=== SUPPLIED INFORMATION ===
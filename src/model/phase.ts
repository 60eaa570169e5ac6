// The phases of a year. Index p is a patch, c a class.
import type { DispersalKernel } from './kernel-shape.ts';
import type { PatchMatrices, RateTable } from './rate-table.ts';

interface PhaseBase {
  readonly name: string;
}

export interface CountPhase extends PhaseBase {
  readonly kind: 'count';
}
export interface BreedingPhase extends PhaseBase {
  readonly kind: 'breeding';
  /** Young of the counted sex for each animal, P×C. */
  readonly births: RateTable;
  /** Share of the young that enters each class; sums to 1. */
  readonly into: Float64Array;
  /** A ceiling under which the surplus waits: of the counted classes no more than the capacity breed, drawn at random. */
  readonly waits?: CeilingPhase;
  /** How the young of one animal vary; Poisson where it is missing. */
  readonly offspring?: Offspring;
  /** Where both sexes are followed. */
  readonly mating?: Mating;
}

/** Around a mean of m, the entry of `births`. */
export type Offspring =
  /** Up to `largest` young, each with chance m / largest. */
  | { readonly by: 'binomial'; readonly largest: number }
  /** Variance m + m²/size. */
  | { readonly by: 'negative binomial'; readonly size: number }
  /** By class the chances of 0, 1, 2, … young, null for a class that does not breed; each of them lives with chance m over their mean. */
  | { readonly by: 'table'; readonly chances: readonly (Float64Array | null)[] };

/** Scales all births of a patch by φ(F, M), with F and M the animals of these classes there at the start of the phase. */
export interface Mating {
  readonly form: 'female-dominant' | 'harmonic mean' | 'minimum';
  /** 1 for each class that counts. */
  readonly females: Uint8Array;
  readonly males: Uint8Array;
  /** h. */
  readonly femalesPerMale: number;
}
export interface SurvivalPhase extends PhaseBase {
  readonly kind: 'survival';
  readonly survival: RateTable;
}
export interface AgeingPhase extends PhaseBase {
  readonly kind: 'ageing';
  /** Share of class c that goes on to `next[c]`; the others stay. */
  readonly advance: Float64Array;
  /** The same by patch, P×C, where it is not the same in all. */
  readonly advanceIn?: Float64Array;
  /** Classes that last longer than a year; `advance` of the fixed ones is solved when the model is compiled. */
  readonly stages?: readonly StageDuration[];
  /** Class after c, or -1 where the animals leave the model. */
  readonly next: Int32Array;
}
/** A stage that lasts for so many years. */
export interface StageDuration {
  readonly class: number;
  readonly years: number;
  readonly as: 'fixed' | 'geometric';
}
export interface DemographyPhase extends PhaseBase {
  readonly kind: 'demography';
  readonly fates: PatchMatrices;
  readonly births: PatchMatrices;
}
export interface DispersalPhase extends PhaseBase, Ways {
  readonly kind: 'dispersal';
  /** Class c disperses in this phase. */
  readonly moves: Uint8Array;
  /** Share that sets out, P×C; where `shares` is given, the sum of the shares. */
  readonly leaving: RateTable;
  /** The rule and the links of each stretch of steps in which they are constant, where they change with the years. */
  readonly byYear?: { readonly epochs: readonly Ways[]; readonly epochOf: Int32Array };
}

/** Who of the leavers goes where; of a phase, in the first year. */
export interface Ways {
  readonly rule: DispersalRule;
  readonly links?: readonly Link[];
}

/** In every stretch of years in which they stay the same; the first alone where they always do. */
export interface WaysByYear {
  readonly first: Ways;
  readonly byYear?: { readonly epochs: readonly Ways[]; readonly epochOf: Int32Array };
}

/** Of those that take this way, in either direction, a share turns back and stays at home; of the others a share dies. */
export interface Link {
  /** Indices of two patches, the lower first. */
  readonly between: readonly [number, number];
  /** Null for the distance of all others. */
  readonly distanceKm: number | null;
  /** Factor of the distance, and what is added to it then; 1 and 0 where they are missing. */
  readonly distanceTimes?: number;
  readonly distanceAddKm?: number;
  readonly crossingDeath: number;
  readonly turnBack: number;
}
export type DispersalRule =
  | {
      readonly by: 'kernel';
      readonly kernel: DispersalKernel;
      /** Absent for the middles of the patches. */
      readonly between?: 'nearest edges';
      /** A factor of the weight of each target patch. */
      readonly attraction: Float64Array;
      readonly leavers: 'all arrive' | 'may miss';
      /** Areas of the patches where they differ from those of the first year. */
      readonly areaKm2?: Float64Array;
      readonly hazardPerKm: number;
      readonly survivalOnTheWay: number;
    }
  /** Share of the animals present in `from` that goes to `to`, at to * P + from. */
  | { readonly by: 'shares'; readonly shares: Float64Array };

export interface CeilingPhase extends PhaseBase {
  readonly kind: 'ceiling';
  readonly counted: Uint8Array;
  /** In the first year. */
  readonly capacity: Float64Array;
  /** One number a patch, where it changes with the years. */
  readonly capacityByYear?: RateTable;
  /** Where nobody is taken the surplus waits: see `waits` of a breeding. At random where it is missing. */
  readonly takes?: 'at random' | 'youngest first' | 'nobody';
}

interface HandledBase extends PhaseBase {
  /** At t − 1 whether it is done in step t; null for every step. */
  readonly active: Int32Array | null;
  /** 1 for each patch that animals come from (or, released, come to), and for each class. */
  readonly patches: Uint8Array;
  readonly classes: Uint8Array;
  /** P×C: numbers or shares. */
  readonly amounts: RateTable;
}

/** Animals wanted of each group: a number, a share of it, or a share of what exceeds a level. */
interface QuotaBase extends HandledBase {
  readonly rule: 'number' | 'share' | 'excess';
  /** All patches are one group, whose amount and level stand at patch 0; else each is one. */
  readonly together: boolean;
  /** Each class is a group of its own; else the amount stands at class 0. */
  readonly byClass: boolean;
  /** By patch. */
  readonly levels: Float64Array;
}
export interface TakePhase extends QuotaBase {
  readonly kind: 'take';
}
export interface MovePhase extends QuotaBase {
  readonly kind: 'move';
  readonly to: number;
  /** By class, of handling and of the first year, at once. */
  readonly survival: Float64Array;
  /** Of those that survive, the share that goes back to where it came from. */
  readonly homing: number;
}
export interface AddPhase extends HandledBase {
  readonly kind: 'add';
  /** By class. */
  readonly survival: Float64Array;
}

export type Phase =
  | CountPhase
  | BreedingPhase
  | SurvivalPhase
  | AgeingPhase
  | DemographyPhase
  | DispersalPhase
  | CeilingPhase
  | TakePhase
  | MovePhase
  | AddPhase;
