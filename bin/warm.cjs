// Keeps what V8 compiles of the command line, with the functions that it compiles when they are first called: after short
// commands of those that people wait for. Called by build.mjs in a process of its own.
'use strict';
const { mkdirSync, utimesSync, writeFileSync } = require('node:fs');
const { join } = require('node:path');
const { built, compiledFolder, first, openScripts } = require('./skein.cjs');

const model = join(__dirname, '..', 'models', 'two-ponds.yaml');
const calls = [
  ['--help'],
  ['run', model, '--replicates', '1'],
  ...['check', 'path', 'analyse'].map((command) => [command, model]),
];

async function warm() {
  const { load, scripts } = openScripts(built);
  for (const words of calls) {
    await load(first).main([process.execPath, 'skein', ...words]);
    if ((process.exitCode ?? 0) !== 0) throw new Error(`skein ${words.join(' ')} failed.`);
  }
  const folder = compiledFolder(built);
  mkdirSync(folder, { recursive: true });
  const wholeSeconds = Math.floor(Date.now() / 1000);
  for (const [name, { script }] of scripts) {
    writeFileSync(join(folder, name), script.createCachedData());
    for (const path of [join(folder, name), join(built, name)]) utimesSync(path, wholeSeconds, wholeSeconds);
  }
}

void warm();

=== TASK GOAL ===
Exactly the lines from the start of the entries through the one bearing "readonly kind: 'ageing';" are to be output, with both ends included.

=== ANSWER TO THIS TASK ===
filename src/model/phase.ts
repository 60eaa570169e5ac6
// The phases of a year. Index p is a patch, c a class.
import type { DispersalKernel } from './kernel-shape.ts';
import type { PatchMatrices, RateTable } from './rate-table.ts';

interface PhaseBase {
  readonly name: string;
}

export interface CountPhase extends PhaseBase {
  readonly kind: 'count';
}
export interface BreedingPhase extends PhaseBase {
  readonly kind: 'breeding';
  /** Young of the counted sex for each animal, P×C. */
  readonly births: RateTable;
  /** Share of the young that enters each class; sums to 1. */
  readonly into: Float64Array;
  /** A ceiling under which the surplus waits: of the counted classes no more than the capacity breed, drawn at random. */
  readonly waits?: CeilingPhase;
  /** How the young of one animal vary; Poisson where it is missing. */
  readonly offspring?: Offspring;
  /** Where both sexes are followed. */
  readonly mating?: Mating;
}

/** Around a mean of m, the entry of `births`. */
export type Offspring =
  /** Up to `largest` young, each with chance m / largest. */
  | { readonly by: 'binomial'; readonly largest: number }
  /** Variance m + m²/size. */
  | { readonly by: 'negative binomial'; readonly size: number }
  /** By class the chances of 0, 1, 2, … young, null for a class that does not breed; each of them lives with chance m over their mean. */
  | { readonly by: 'table'; readonly chances: readonly (Float64Array | null)[] };

/** Scales all births of a patch by φ(F, M), with F and M the animals of these classes there at the start of the phase. */
export interface Mating {
  readonly form: 'female-dominant' | 'harmonic mean' | 'minimum';
  /** 1 for each class that counts. */
  readonly females: Uint8Array;
  readonly males: Uint8Array;
  /** h. */
  readonly femalesPerMale: number;
}
export interface SurvivalPhase extends PhaseBase {
  readonly kind: 'survival';
  readonly survival: RateTable;
}
export interface AgeingPhase extends PhaseBase {
  readonly kind: 'ageing';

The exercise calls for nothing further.